# new robo !



## ....zoe.... (Jul 8, 2009)

well............ 
today i went up to my pet shop and as i walked in the door there were some customers there that had a little box with a robo in !

the story was he was bought with his brother (not from us) and they had begun fighting and the other one had gotten injured so they had to be seperated but the owners didnt have the room for another cage so wanted to know if we could take him 

sooooooooo................. i now have a new robo for the time being (until satrday) as we didnt have room in the shop for him at the moment. 

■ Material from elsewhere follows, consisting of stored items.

"""Framing against published vectors."""

from __future__ import annotations

import pytest
from cobs import cobs

from rigctl.link.frames import crc32c


def _bytes(text: str) -> bytes:
    return bytes.fromhex(text.replace(" ", ""))


RUN_FE = bytes(range(1, 0xFF))
# COBS: Cheshire & Baker 1999, IEEE/ACM ToN 7:159 (vectors computed here).
VECTORS = [
    (b"", _bytes("01")),
    (_bytes("00"), _bytes("01 01")),
    (_bytes("00 00"), _bytes("01 01 01")),
    (_bytes("00 11 00"), _bytes("01 02 11 01")),
    (_bytes("11 22 00 33"), _bytes("03 11 22 02 33")),
    (_bytes("11 22 33 44"), _bytes("05 11 22 33 44")),
    (_bytes("11 00 00 00"), _bytes("02 11 01 01 01")),
    (RUN_FE, b"\xff" + RUN_FE),
    (b"\0" + RUN_FE, b"\x01\xff" + RUN_FE),
    (RUN_FE + b"\xff", b"\xff" + RUN_FE + b"\x02\xff"),
]


@pytest.mark.parametrize(("plain", "stuffed"), VECTORS)
def test_cobs(plain: bytes, stuffed: bytes) -> None:
    assert cobs.encode(plain) == stuffed
    assert cobs.decode(stuffed) == plain


def test_cobs_final_full_block_both_ways() -> None:
    # Some encoders add 01 after a final full block: both are accepted.
    assert cobs.decode(b"\xff" + RUN_FE + b"\x01") == RUN_FE


def test_crc32c_check_value() -> None:
    # CRC-32C of "123456789" (Koopman's tables, read there; computed here).
    assert crc32c(b"123456789") == 0xE3069283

BUT..... the reason why im on here is to ask for advice on a way that i can sex him and what i am to look for  i have searched on the internet for advice but couldnt find anything. ive managed to get a rather good look and he doesnt seem to have nipples but also cant see any testicles  ive also weighed him and he was 19.4g so im guessing he is around 6-7 weeks old

im trying not to fall in love with him but its getting extremly hard ! he is SOOOOOOOO CUTE !!!!!!


----------



## waterlilyold (Aug 28, 2009)

Is a Robo a rat  I honestly don't know..


----------



## Yorkshire_Rose (Aug 5, 2009)

waterlily said:


> Is a Robo a rat  I honestly don't know..


Dwarf hamster :001_tt2:


----------



## thedogsmother (Aug 28, 2008)

Is this any help Zoe?
Roborovski Hamsters - Sexing


----------



## ....zoe.... (Jul 8, 2009)

thedogsmother said:


> Is this any help Zoe?
> Roborovski Hamsters - Sexing


nope because for some reason the info on the page isnt coming up


----------



## thedogsmother (Aug 28, 2008)

Oh I don't know why that is, would piccys do?


----------



## Jazzy (Apr 15, 2009)

thedogsmother said:


> Is this any help Zoe?
> Roborovski Hamsters - Sexing


That's a brilliant link.

I think you should get a Robo TDM.


----------



## thedogsmother (Aug 28, 2008)

Jazzy said:


> That's a brilliant link.
> 
> I think you should get a Robo TDM.


Stop it, you know I have a habit.


----------



## ....zoe.... (Jul 8, 2009)

well the piccies help quite a lot ! i will try take pics of its bits now and see what you think, are the pics above of robo's or winter whites ? is it the same as winter whites ?


----------



## thedogsmother (Aug 28, 2008)

....zoe.... said:


> well the piccies help quite a lot ! i will try take pics of its bits now and see what you think, are the pics above of robo's or winter whites ? is it the same as winter whites ?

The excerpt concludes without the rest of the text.